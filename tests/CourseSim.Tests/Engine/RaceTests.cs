using System.Security.Cryptography;
using CourseSim.Courses;
using CourseSim.Engine;
using CourseSim.Replay;
using CourseSim.Settings;

namespace CourseSim.Tests.Engine;

public class RaceTests
{
    static string TwoBoards(string extra = "") => EngineTestKit.SteadyWind(14) +
        "[race]\ncountdown_s = 60\ntime_limit_s = 900\nfalls = false\n" + extra +
        "[course]\nkind = \"windward-leeward\"\nlaps = 1\nbeat_m = 400\nstart_line_m = 150\n" +
        $"[boards.a]\nequipment = \"{EngineTestKit.Equip("light-66.toml")}\"\nline_position = 0.3\n" +
        $"[boards.b]\nequipment = \"{EngineTestKit.Equip("heavy-86.toml")}\"\nline_position = 0.7\n";

    [Fact]
    public void ABoardOnTheCourseSideAtTheSignalMustReturnBeforeItStarts()
    {
        var race = new Race(EngineTestKit.Parse(TwoBoards()));
        var e = race.EntityOf(0);
        while (race.Time < -0.5) race.Step();
        // Put board a 10 m over the line, heading upwind-ish, just before the signal.
        ref var p = ref race.World.Get<Pose>(e);
        p.X = -20; p.Y = 10;
        var res = race.Run();
        var a = res.Boards[0];
        Assert.True(a.Ocs);
        var evs = res.Events.Where(x => x.Board == 0).ToList();
        int ocs = evs.FindIndex(x => x.Kind == RaceEventKind.Ocs), cleared = evs.FindIndex(x => x.Kind == RaceEventKind.Cleared),
            started = evs.FindIndex(x => x.Kind == RaceEventKind.Started);
        Assert.True(ocs >= 0 && cleared > ocs && started > cleared, string.Join(", ", evs.Select(x => x.Kind)));
        Assert.True(evs[started].TimeS > 0);
        // Board b was not over and started normally.
        Assert.False(res.Boards[1].Ocs);
        Assert.True(res.Boards.All(b => b.Finished));
        Assert.True(a.SplitsS.Count == race.Course.Steps.Count);
    }

    [Fact]
    public async Task SameScenarioAndSeedGiveIdenticalBytesEvenUnderLoad()
    {
        var setup = EngineTestKit.Demo(["race.time_limit_s=200"]);
        byte[] Once()
        {
            var race = new Race(setup);
            var res = race.Run();
            return ReplayFile.Write(race, res);
        }
        var first = Once();
        // Again while other races run on every core.
        var load = Enumerable.Range(0, System.Environment.ProcessorCount).Select(_ => Task.Run(Once)).ToArray();
        var second = Once();
        var others = await Task.WhenAll(load);
        Assert.Equal(SHA256.HashData(first), SHA256.HashData(second));
        foreach (var o in others) Assert.Equal(first, o);
        // A different seed changes the race.
        var other = new Race(EngineTestKit.Demo(["race.time_limit_s=200"], seed: 8));
        Assert.NotEqual(first, ReplayFile.Write(other, other.Run()));
    }

    [Fact]
    public void TheDemoRaceFinishesWithEveryBoardAccountedForAndNoNaN()
    {
        var setup = EngineTestKit.Demo();
        Assert.True(setup.Boards.Count >= 12);
        Assert.Equal("trapezoid", setup.Course.Kind);
        var race = new Race(setup);
        var res = race.Run();
        Assert.Equal(setup.Boards.Count, res.Boards.Count);
        foreach (var b in res.Boards)
        {
            Assert.True(b.Finished || res.Events.Any(e => e.Board == b.Board && e.Kind == RaceEventKind.NotFinished));
            Assert.True(double.IsFinite(b.DistanceM) && b.DistanceM > 0);
        }
        Assert.True(res.Boards.Count(b => b.Finished) >= setup.Boards.Count / 2, "most of the fleet finishes the demo");
        var places = res.Boards.Where(b => b.Place is not null).Select(b => b.Place!.Value).Order().ToList();
        Assert.Equal(Enumerable.Range(1, places.Count), places);
        for (int k = 0; k < race.Recorder.Frames; k++)
            foreach (var s in race.Recorder.Frame(k))
                Assert.True(float.IsFinite(s.X) && float.IsFinite(s.Y) && float.IsFinite(s.SpeedMs) && float.IsFinite(s.HeadingDeg) && float.IsFinite(s.HeelUse));
        // Finishers are ranked by elapsed time; every finisher passed every step.
        var fin = res.ByPlace.Where(b => b.Finished).ToList();
        for (int i = 1; i < fin.Count; i++) Assert.True(fin[i].ElapsedS >= fin[i - 1].ElapsedS);
        Assert.All(fin, b => Assert.Equal(setup.Course.Steps.Count, b.SplitsS.Count));
    }

    [Theory]
    [InlineData("kind = \"slalom\"\nslalom_marks = 4\n", 18.0)]
    [InlineData("kind = \"windward-leeward\"\nlaps = 2\nbeat_m = 600\n", 12.0)]
    [InlineData("kind = \"trapezoid\"\nloop = \"inner\"\nlaps = 2\nbeat_m = 600\nreach_m = 350\nrun_m = 500\n", 14.0)]
    [InlineData("kind = \"waypoints\"\norder = \"n e s fin\"\n[course.marks.n]\nx_m = 0\ny_m = 900\n[course.marks.e]\nx_m = 900\ny_m = 900\nrounding = \"starboard\"\n[course.marks.s]\nx_m = 900\ny_m = 0\n[course.marks.fin]\nx_m = 200\ny_m = -150\n", 12.0)]
    public void EveryCourseKindIsSailedToTheFinishInTheRightOrder(string course, double kn)
    {
        var setup = EngineTestKit.Parse(EngineTestKit.SteadyWind(kn) + "[race]\ntime_limit_s = 3600\n[course]\n" + course +
            $"[boards.a]\nequipment = \"{EngineTestKit.Equip("light-66.toml")}\"\n[boards.b]\nequipment = \"{EngineTestKit.Equip("heavy-86.toml")}\"\n");
        var race = new Race(setup);
        var res = race.Run();
        Assert.All(res.Boards, b => Assert.True(b.Finished, $"{b.Name} did not finish {setup.Course.Kind}"));
        Assert.All(res.Boards, b => Assert.Equal(setup.Course.Steps.Count, b.SplitsS.Count));
        // Every rounding event names the steps in course order.
        foreach (var b in res.Boards)
        {
            var names = res.Events.Where(e => e.Board == b.Board && e.Kind == RaceEventKind.Rounded).Select(e => e.Detail).ToList();
            Assert.Equal(setup.Course.Steps.Take(setup.Course.Steps.Count - 1).Select(s => s.Name), names);
        }
    }

    [Fact]
    public void ATimeLimitEndsTheRaceAndRecordsTheUnfinished()
    {
        var race = new Race(EngineTestKit.Parse(TwoBoards().Replace("time_limit_s = 900", "time_limit_s = 120")));
        var res = race.Run();
        Assert.All(res.Boards, b => Assert.False(b.Finished));
        Assert.Equal(2, res.Events.Count(e => e.Kind == RaceEventKind.NotFinished));
        Assert.InRange(res.DurationS, 120, 120.1);
    }

    [Fact]
    public void ReplaysRoundTripAndCorruptionOrTruncationIsDetected()
    {
        var race = new Race(EngineTestKit.Parse(TwoBoards()));
        var res = race.Run();
        var bytes = ReplayFile.Write(race, res);
        var data = ReplayFile.Read(bytes, "race.msgpack");
        Assert.Equal(ReplayFile.Version, data.Version);
        Assert.Equal(2, data.Boards.Count);
        Assert.Equal(race.Recorder.Frames, data.Frames);
        Assert.Equal(race.Course.Steps.Count, data.Steps.Count);
        int k = data.Frames / 2;
        Assert.Equal(race.Recorder.At(k, 1).X, data.Value("x_m", k, 1));
        Assert.Equal(race.Recorder.At(k, 0).SpeedMs, data.Value("speed_ms", k, 0));
        Assert.Equal(res.Events.Count, data.Events.Count);
        Assert.NotNull(data.Wind);
        Assert.Equal(data.Wind!.Frames * data.Wind.Nx * data.Wind.Ny, data.Wind.SpeedMs.Length);

        var corrupt = (byte[])bytes.Clone();
        corrupt[bytes.Length / 2] ^= 0x40;
        var e1 = Assert.Throws<ReplayException>(() => ReplayFile.Read(corrupt, "race.msgpack"));
        Assert.Contains("race.msgpack", e1.Message);
        var e2 = Assert.Throws<ReplayException>(() => ReplayFile.Read(bytes[..(bytes.Length / 3)], "race.msgpack"));
        Assert.Contains("race.msgpack", e2.Message);
        Assert.Throws<ReplayException>(() => ReplayFile.Read("not a replay"u8.ToArray(), "x"));
    }

    [Fact]
    public void GpxPointsAreGeoreferencedFromTheVenueOrigin()
    {
        // 1 km north of the origin is 1000 / R rad of latitude with R the IUGG mean radius 6 371 008.8 m (Moritz 2000):
        // 0.0089932 deg.
        var (lat, lon) = Gpx.ToGeo(0, 1000, 47.25, -3.5);
        Assert.Equal(47.25 + 0.0089932, lat, 6);
        Assert.Equal(-3.5, lon, 9);
        // 1 km east at 47.25 deg is 0.0089932 / cos(47.25 deg) = 0.0132487 deg of longitude.
        var (_, lon2) = Gpx.ToGeo(1000, 0, 47.25, -3.5);
        Assert.Equal(-3.5 + 0.0132487, lon2, 6);

        var race = new Race(EngineTestKit.Parse(TwoBoards() + "[venue]\nlat_deg = 47.25\nlon_deg = -3.5\n"));
        race.Run();
        var doc = new System.Xml.XmlDocument();
        doc.LoadXml(Gpx.Track(race, 0));
        var ns = new System.Xml.XmlNamespaceManager(doc.NameTable);
        ns.AddNamespace("g", "http://www.topografix.com/GPX/1/1");
        Assert.Equal("1.1", doc.DocumentElement!.GetAttribute("version"));
        var pts = doc.SelectNodes("//g:trkpt", ns)!;
        Assert.True(pts.Count > 100);
        foreach (System.Xml.XmlElement p in pts)
        {
            double la = double.Parse(p.GetAttribute("lat"), System.Globalization.CultureInfo.InvariantCulture);
            Assert.InRange(la, 47.24, 47.26);
        }
    }

    [Fact]
    public void BadBoardEntriesNameTheFileLineAndWhatIsExpected()
    {
        var bad = TwoBoards().Replace("line_position = 0.3", "line_position = 0.3\ntactic = \"zig-zag\"");
        var e = Assert.Throws<SettingsException>(() => EngineTestKit.Parse(bad));
        Assert.Contains("vmg-layline", e.Message);
        Assert.True(e.Line > 0);
        var missing = TwoBoards().Replace("light-66.toml", "no-such-rig.toml");
        var e2 = Assert.Throws<SettingsException>(() => EngineTestKit.Parse(missing));
        Assert.Contains("boards.a.equipment", e2.Message);
        Assert.Contains("not found", e2.Message);
        var typo = TwoBoards().Replace("line_position = 0.7", "line_postion = 0.7");
        var e3 = Assert.Throws<SettingsException>(() => EngineTestKit.Parse(typo));
        Assert.Contains("boards.b.line_postion", e3.Message);
        var noBoards = EngineTestKit.SteadyWind(12) + "[course]\nkind = \"windward-leeward\"\n";
        Assert.Contains("at least one board", Assert.Throws<SettingsException>(() => EngineTestKit.Parse(noBoards)).Message);
        var badSet = TwoBoards().Replace("line_position = 0.3", "line_position = 0.3\nset = \"sail.area_m2=40\"");
        var e4 = Assert.Throws<SettingsException>(() => EngineTestKit.Parse(badSet));
        Assert.Contains("boards.a.set", e4.Message);
        Assert.Contains("sail.area_m2", e4.Message);
    }
}

public class ScenarioDocTests
{
    [Fact]
    public void EveryScenarioKeyIsDocumented()
    {
        var doc = File.ReadAllText(Path.Combine(CourseSim.Tests.Settings.RepoRoot.Path, "docs", "scenario.md"));
        foreach (var key in ScenarioFile.Schema.Keys.Keys) Assert.Contains($"`{key}`", doc);
    }
}
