using CourseSim.Engine;

namespace CourseSim.Benchmarks;

/// <summary>One timed race: thread CPU time, board-steps and bytes allocated in each phase between time bounds.</summary>
public sealed class RaceRun
{
    public required string[] Phases { get; init; }
    public required double[] CpuS { get; init; }
    public required long[] BoardSteps { get; init; }
    public required long[] Steps { get; init; }
    public required long[] Bytes { get; init; }
    public double BuildS { get; init; }
    public double EndTimeS { get; init; }
    public bool Finished { get; init; }
    public string Hash { get; init; } = "";
    /// <summary>Events and incidents logged in each phase.</summary>
    public long[] Events { get; init; } = [];
    /// <summary>The recorder's room after construction and at the end, bytes; the engine's estimate of the race's length, s.</summary>
    public long RecorderStartBytes { get; init; }
    public long RecorderEndBytes { get; init; }
    public double EstimatedS { get; init; }
    /// <summary>The rules' work counted over the whole run (<see cref="WorkCounts"/>).</summary>
    public WorkCounts Work { get; init; } = new();

    public double NsPerBoardStep(int p) => BoardSteps[p] == 0 ? double.NaN : CpuS[p] * 1e9 / BoardSteps[p];
    public double BytesPerBoardStep(int p) => BoardSteps[p] == 0 ? double.NaN : Bytes[p] / (double)BoardSteps[p];
    public double TotalCpuS => CpuS.Sum();
    public long TotalBoardSteps => BoardSteps.Sum();
    public double TotalNsPerBoardStep => TotalCpuS * 1e9 / Math.Max(1, TotalBoardSteps);
    public double TotalBytesPerBoardStep => Bytes.Sum() / (double)Math.Max(1, TotalBoardSteps);

    /// <summary>
    /// Builds the race (timed apart: <see cref="BuildS"/>) and steps it phase by phase: phase p runs while the race time
    /// is below bounds[p] (s from the signal; +inf: to the end). Board-steps count the boards still in the race at each
    /// step. <paramref name="timings"/> turns the engine's per-system clock on.
    /// </summary>
    public static RaceRun Time(RaceSetup setup, Func<CourseSim.Equilibrium.Equipment, CourseSim.Equilibrium.RigPolar> rigs,
        string[] names, double[] bounds, SystemTimings? timings = null, bool hash = false)
    {
        double b0 = Machine.ThreadCpuS();
        var race = new Race(setup, rigs);
        double build = Machine.ThreadCpuS() - b0;
        race.Timings = timings;
        int n = bounds.Length;
        var cpu = new double[n]; var bs = new long[n]; var steps = new long[n]; var bytes = new long[n]; var events = new long[n];
        long recStart = race.Recorder.MemoryBytes;
        var active = race.Context.Active;
        for (int p = 0; p < n; p++)
        {
            double bound = bounds[p] - 1e-9;
            int e0 = race.Events.Count + race.Incidents.Count;
            long a0 = GC.GetAllocatedBytesForCurrentThread();
            double t0 = Machine.ThreadCpuS();
            long boardSteps = 0, k = 0;
            while (!race.IsOver && race.Time < bound) { boardSteps += active.Count(); race.Step(); k++; }
            cpu[p] = Machine.ThreadCpuS() - t0;
            bytes[p] = GC.GetAllocatedBytesForCurrentThread() - a0;
            bs[p] = boardSteps; steps[p] = k; events[p] = race.Events.Count + race.Incidents.Count - e0;
        }
        return new RaceRun
        {
            Phases = names, CpuS = cpu, BoardSteps = bs, Steps = steps, Bytes = bytes, BuildS = build, EndTimeS = race.Time,
            Finished = race.IsOver, Hash = hash ? race.StateHash() : "", Events = events,
            RecorderStartBytes = recStart, RecorderEndBytes = race.Recorder.MemoryBytes, EstimatedS = race.EstimatedDurationS,
            Work = race.Context.Work,
        };
    }
}
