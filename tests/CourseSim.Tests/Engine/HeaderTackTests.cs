using CourseSim.Engine;
using CourseSim.Settings;

namespace CourseSim.Tests.Engine;

/// <summary>
/// Groundwork for the tactics issue: the "header-tack" tactic against plain VMG sailing to the laylines on a long beat.
/// In oscillating shifts tacking on the headers sails the lifted tack more of the time and must gain; in steady wind
/// there are no headers, so the two sail the same race. (The analytic size of the gain comes with the tactics issue.)
/// </summary>
public class HeaderTackTests
{
    static double Beat(string tactic, double amplitudeDeg, string extra = "")
    {
        var setup = EngineTestKit.Parse(
            $"[wind]\nspeed_kn = 14\ndirection_deg = 0\nshift_amplitude_deg = {amplitudeDeg}\nshift_period_s = 300\nshift_irregularity = 0\n" +
            "gust_intensity = 0\nshadows = false\n[race]\nfalls = false\ntime_limit_s = 3600\ncountdown_s = 30\n" +
            "[course]\nkind = \"waypoints\"\norder = \"top\"\n[course.marks.top]\nx_m = 0\ny_m = 2500\n" +
            $"[boards.a]\nequipment = \"{EngineTestKit.Equip("light-66.toml")}\"\ntactic = \"{tactic}\"\n{extra}");
        var res = new Race(setup).Run();
        Assert.True(res.Boards[0].Finished);
        return res.Boards[0].ElapsedS!.Value;
    }

    [Fact]
    public void TackingOnHeadersGainsInOscillatingShiftsAndChangesNothingInSteadyWind()
    {
        double plain = Beat("vmg-layline", 10), headers = Beat("header-tack", 10);
        Assert.True(headers < plain, $"header-tack {headers:F0} s vs vmg-layline {plain:F0} s");
        double steadyPlain = Beat("vmg-layline", 0), steadyHeaders = Beat("header-tack", 0);
        Assert.Equal(steadyPlain, steadyHeaders, 6);
    }

    [Fact]
    public void UnknownTacticParametersNameTheKnownOnes()
    {
        var e = Assert.Throws<SettingsException>(() => Beat("header-tack", 10, "[boards.a.params]\nheader_degs = 4\n"));
        Assert.Contains("header_degs", e.Message);
        Assert.Contains("header_deg, lift_deg, min_tack_s, mean_s", e.Message);
        Assert.True(e.Line > 0);
        var range = Assert.Throws<SettingsException>(() => Beat("header-tack", 10, "[boards.a.params]\nheader_deg = 90\n"));
        Assert.Contains("accepted 1 to 45", range.Message);
        var other = Assert.Throws<SettingsException>(() => Beat("vmg-layline", 10, "[boards.a.params]\nheader_deg = 5\n"));
        Assert.Contains("its parameters: min_turn_s", other.Message);
        var unknown = Assert.Throws<SettingsException>(() => Beat("tack-a-lot", 10));
        Assert.Contains("no tactic 'tack-a-lot'", unknown.Message);
        foreach (var name in new[] { "conservative", "cover", "header-tack", "pressure", "vmg-layline" }) Assert.Contains(name, unknown.Message);
        Assert.True(unknown.Line > 0);
    }
}
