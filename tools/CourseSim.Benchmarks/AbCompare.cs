using System.Diagnostics;
using System.Globalization;
using System.Text.RegularExpressions;
using CourseSim.Experiments;

namespace CourseSim.Benchmarks;

/// <summary>
/// `ab OTHER/CourseSim.Benchmarks.dll [--rounds N] [--races M] [--this PATH]`: this build (or the one at PATH) against
/// another (a copy of the benchmark's build folder from another commit), on this shared machine whose speed swings by more than the changes measured. Each
/// round runs `race-loop M` in a child process of each build, one after the other, alternating which goes first; a
/// round's figure is the median CPU of the last half of its M races (the first races after the warm-up still run code
/// the JIT has not finished tiering up: 1.5, 0.8, 0.8, 0.7 s before settling near 0.5 s here). The ratio this build / other is given per round and as the
/// geometric mean over rounds with a 95 % t interval on the log ratios (paired by round, so a slow spell of the machine
/// that spans a round cancels). The two builds must race alike (the same end time): a model change makes the ratio
/// compare different races, and the tool says so.
/// </summary>
public static partial class AbCompare
{
    [GeneratedRegex(@"race \d+: ([0-9.]+) s CPU, ends at ([0-9.]+) s")]
    private static partial Regex RaceLine();

    public static int Run(string[] args)
    {
        int rounds = 6, races = 8;
        string? other = args.Length >= 2 ? args[1] : null;
        string self = typeof(AbCompare).Assembly.Location;
        for (int i = 2; i < args.Length; i++)
        {
            if (args[i] == "--this" && i + 1 < args.Length && File.Exists(args[i + 1])) { self = args[++i]; continue; }
            int v = 0;
            bool ok = i + 1 < args.Length && int.TryParse(args[i + 1], NumberStyles.None, CultureInfo.InvariantCulture, out v)
                      && v >= (args[i] == "--races" ? 4 : 2) && v <= 100; // at least two races after the first half
            if (args[i] == "--rounds" && ok) rounds = int.Parse(args[++i], CultureInfo.InvariantCulture);
            else if (args[i] == "--races" && ok) races = int.Parse(args[++i], CultureInfo.InvariantCulture);
            else { other = null; break; }
        }
        if (other is null || !File.Exists(other))
        {
            Console.Error.WriteLine($"error: ab: expected the path of another build's CourseSim.Benchmarks.dll (an existing file), then optionally " +
                                    $"--rounds N (2 to 100), --races M (4 to 100) and --this PATH (another build in place of this one), got '{string.Join(' ', args.Skip(1))}'");
            return 2;
        }
        Console.WriteLine($"ab: this build ({self}) against {other}: {rounds} rounds of race-loop {races} each, alternating which runs first");
        var logRatios = new List<double>();
        string? endSelf = null, endOther = null;
        for (int r = 0; r < rounds; r++)
        {
            (double Cpu, string End) mine, theirs;
            if (r % 2 == 0) { mine = Loop(self, races); theirs = Loop(other, races); }
            else { theirs = Loop(other, races); mine = Loop(self, races); }
            endSelf ??= mine.End; endOther ??= theirs.End;
            logRatios.Add(Math.Log(mine.Cpu / theirs.Cpu));
            Console.WriteLine($"  round {r + 1}: this {mine.Cpu:F3} s, other {theirs.Cpu:F3} s CPU a race (median of the last {races - races / 2} of {races}): ratio {mine.Cpu / theirs.Cpu:F3}");
        }
        var iv = Statistics.PairedT(logRatios.ToArray());
        Console.WriteLine($"this build / other: {Math.Exp(iv.Estimate):F3} x CPU a race (95 % t over {rounds} rounds: {Math.Exp(iv.Low):F3} to {Math.Exp(iv.High):F3}); " +
                          (iv.High < 0 ? "this build is faster" : iv.Low > 0 ? "this build is slower" : "no difference resolved"));
        if (endSelf != endOther)
            Console.WriteLine($"warning: the two builds race differently (the race ends at {endSelf} s against {endOther} s): the ratio compares different races");
        return 0;
    }

    /// <summary>The median CPU of a child process's races (race-loop), and the race's end time as printed.</summary>
    static (double Cpu, string End) Loop(string dll, int races)
    {
        var psi = new ProcessStartInfo("dotnet", $"\"{dll}\" race-loop {races}") { RedirectStandardOutput = true, RedirectStandardError = true };
        using var p = Process.Start(psi) ?? throw new InvalidOperationException($"cannot start dotnet {dll}");
        string output = p.StandardOutput.ReadToEnd();
        string error = p.StandardError.ReadToEnd();
        p.WaitForExit();
        var found = RaceLine().Matches(output).Select(m => (Cpu: double.Parse(m.Groups[1].Value, CultureInfo.InvariantCulture), End: m.Groups[2].Value)).ToList();
        if (p.ExitCode != 0 || found.Count != races)
            throw new InvalidOperationException($"{dll} race-loop {races} exited with {p.ExitCode} and printed {found.Count} race lines: {error.Trim()}");
        return (Stats.Median(found.Skip(races / 2).Select(f => f.Cpu).ToList()), found[0].End);
    }
}
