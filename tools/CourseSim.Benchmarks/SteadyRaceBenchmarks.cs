using BenchmarkDotNet.Attributes;
using CourseSim.Equilibrium;

namespace CourseSim.Benchmarks;

/// <summary>
/// Steps the 40-board demo in its steady part (from a minute after the signal, every board racing) with the memory
/// diagnoser on: the Allocated column is bytes per board-step (target 0), the Mean nanoseconds per board-step.
/// Run: dotnet run -c Release --project tools/CourseSim.Benchmarks -- --filter '*SteadyRaceBenchmarks*'
/// </summary>
[MemoryDiagnoser]
public class SteadyRaceBenchmarks
{
    const int Boards = 40, Steps = 20;
    Race _race = null!;
    readonly RigCache _rigs = new();

    /// <summary>
    /// A fresh race at +60 s before each iteration (outside the measured and allocation-counted work): an iteration is
    /// 200 invocations of 20 steps, +60 s to +260 s, where every board is racing.
    /// </summary>
    [IterationSetup]
    public void Setup()
    {
        _race = new Race(Demo.Fleet40(), _rigs.For);
        while (_race.Time < 60) _race.Step();
    }

    [Benchmark(OperationsPerInvoke = Boards * Steps, Description = "40-board demo, steady race (per board-step)")]
    [InvocationCount(200, 1)]
    public void Step()
    {
        for (int i = 0; i < Steps; i++) _race.Step();
    }
}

◆ Exercise directions ◆
Your answer should reproduce each line of the listing that holds the word "typo".

◆ Output ◆
        var typo = TwoBoards().Replace("line_position = 0.7", "line_postion = 0.7");
        var e3 = Assert.Throws<SettingsException>(() => EngineTestKit.Parse(typo));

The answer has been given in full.